Dashboard.logit.io unavailable for some customers

Logit.io experienced a major incident on October 13, 2021 affecting Dashboard, lasting 1h 33m. The incident has been resolved; the full update timeline is below.

Started: Oct 13, 2021, 08:10 AM UTC
Resolved: Oct 13, 2021, 09:44 AM UTC
Duration: 1h 33m
Detected by Pingoru: Oct 13, 2021, 08:10 AM UTC

Affected components

Dashboard

Update timeline

investigating Oct 13, 2021, 07:48 AM UTC

We have been notified that dashboard.logit.io is unavailable for some customers and our engineers are actively investigating. We will update in 30 minutes.
identified Oct 13, 2021, 08:18 AM UTC

We have a network outage with our provider, we are working with them to fix their networking issue. We will update in 30 minutes
identified Oct 13, 2021, 08:19 AM UTC

The issue is with the underlying networking with our hosting provider, our engineers are working with them to resolve. We will provide an update in 30 minutes.
monitoring Oct 13, 2021, 08:36 AM UTC

Our engineers have reported that all services are available. Our engineers are now performing healthchecks across all Stacks.
identified Oct 13, 2021, 08:44 AM UTC

The issue persists with the underlying networking with our hosting provider, our engineers are working with them to resolve. We will provide an update in 30 minutes.
identified Oct 13, 2021, 08:58 AM UTC

Our engineers have reported that we now have connectivity and are continuing to check that all services are fully operational
monitoring Oct 13, 2021, 09:11 AM UTC

Our engineers have reported that all services are available. Our engineers are now performing healthchecks across all Stacks.
resolved Oct 13, 2021, 09:44 AM UTC

This incident has been resolved.
postmortem Oct 13, 2021, 02:19 PM UTC

In the morning of October 13th at 07:30 am UTC, [Logit.io](http://Logit.io) on-call engineers were automatically alerted to a new issue affecting the stability of the platform. Our engineers responded quickly to identify the root cause of the problem and by 07:50 UTC had confirmed with our incident response team that the issue was relating to an intervention on the underlying infrastructure provider, which led to disturbances on the entire network.
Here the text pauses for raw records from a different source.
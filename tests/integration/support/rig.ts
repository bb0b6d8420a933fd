// Helpers for the rig import/export integration tests: multipart uploads and binary downloads with
// the same cookie jar as ApiSession, and a small production of a fresh designer's to import into.
import ExcelJS from "exceljs";
import { type ApiSession, freshUser, getBytes, postForm } from "./api";

export async function upload(
  s: ApiSession,
  productionId: number,
  file: { name: string; body: string | Uint8Array },
  options: Record<string, unknown>,
) {
  const form = new FormData();
  form.set("file", new File([file.body as BlobPart], file.name));
  form.set("options", JSON.stringify(options));
  return postForm(s, `/api/productions/${productionId}/import`, form);
}

export async function download(s: ApiSession, productionId: number, query: string) {
  const r = await getBytes(s, `/api/productions/${productionId}/export?${query}`);
  return {
    status: r.status,
    type: r.type,
    disposition: r.headers.get("content-disposition") ?? "",
    bytes: new Uint8Array(r.bytes),
  };
}

/** A fresh production owned by a fresh designer, with one pipe, one boom and two types. */
export async function rigProduction(units: "metric" | "imperial" = "metric") {
  const { session: s } = await freshUser("rigio");
  const id = (await s.post("/api/productions", { name: "Import test", venue: "Test hall", displayUnits: units })).json
    .production.id as number;
  const lx1 = (
    await s.post(`/api/productions/${id}/positions`, {
      name: "LX1",
      kind: "overhead-pipe",
      x1: -6,
      y1: 1,
      x2: 6,
      y2: 1,
      trimHeight: 7,
    })
  ).json.position;
  const boom = (
    await s.post(`/api/productions/${id}/positions`, { name: "Boom SL", kind: "boom", x1: 7, y1: 2, trimHeight: 5 })
  ).json.position;
  const profile = (
    await s.post(`/api/productions/${id}/fixture-types`, {
      name: "Profile 26",
      family: "profile",
      coneMinDeg: 26,
      coneMaxDeg: 26,
      peakCandela: 40000,
      frameSize: "6.25 in",
      dmxModes: [{ name: "dimmer", footprint: 1 }],
    })
  ).json.fixtureType;
  const wash = (
    await s.post(`/api/productions/${id}/fixture-types`, {
      name: "Wash 13",
      family: "led-wash",
      coneMinDeg: 15,
      coneMaxDeg: 45,
      peakCandela: 12000,
      dmxModes: [{ name: "full", footprint: 13 }],
    })
  ).json.fixtureType;
  return { s, id, lx1, boom, profile, wash };
}

export const fixturesOf = async (s: ApiSession, id: number) =>
  (await s.get(`/api/productions/${id}/fixtures`)).json.fixtures as any[];

export async function xlsxBytes(build: (wb: ExcelJS.Workbook) => void) {
  const wb = new ExcelJS.Workbook();
  build(wb);
  return new Uint8Array(await wb.xlsx.writeBuffer());
}
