import { describe, expect, it } from "vitest";
import { studyLights, type StudyFixture } from "@/lib/studies/lights";

const zoomUnit = (coneDeg: number | null): StudyFixture => ({
  id: 1,
  unitNumber: "1",
  positionName: "1st Electric",
  channel: 1,
  colour: null,
  x: 0,
  y: 0,
  lensHeight: 6,
  trimHeight: 7,
  focus: { x: 0, y: 0 },
  aim: "deck",
  coneDeg,
  softnessDeg: null,
  type: {
    family: "profile",
    coneMinDeg: 15,
    coneMaxDeg: 40,
    defaultSoftnessDeg: 3,
    lensDropM: 0.5,
    lensApertureM: 0.12,
    peakCandela: 20_000,
    peakCandelaNarrow: 90_000,
  },
});
const setup = { headHeight: 1.7, deckHeight: 0, colours: new Map<string, number>() };

describe("a study's beams follow the zoom's peak", () => {
  it("uses the stored peak at each end of the range and the 1/tan²(θ/2) interpolation between", () => {
    // from memory: peak ∝ 1/tan²(θ/2) between the stored ends; hand-worked at 25° in datasheet-zoom.test.ts:
    // 20,000 + 0.255208·70,000 = 37,864.5 cd
    const at = (cone: number | null) => studyLights([zoomUnit(cone)], "full", setup).beams[0].peakCandela;
    expect(at(40)).toBe(20_000);
    expect(at(null)).toBe(20_000); // no zoom setting: the widest cone, the type's default
    expect(at(15)).toBeCloseTo(90_000, 6);
    expect(at(25)).toBeCloseTo(37_864.5, 0);
  });

  it("a type with one figure keeps it at any setting", () => {
    const fixed = { ...zoomUnit(20), type: { ...zoomUnit(20).type, peakCandelaNarrow: null } };
    expect(studyLights([fixed], "full", setup).beams[0].peakCandela).toBe(20_000);
  });
});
These interventions were aimed at reinforcing anti-DDoS protections. Our teams worked closely with the underlying infrastructure providers teams who then isolated the equipment at 08:15 am UTC, restoring the normal service. Our engineers then performed a series of health checks across the infrastructure and individual stacks to confirm the incident was resolved. We sincerely apologise to all of our customers affected by this incident and we commit to be as transparent as possible about the causes and consequences in relation to the incident.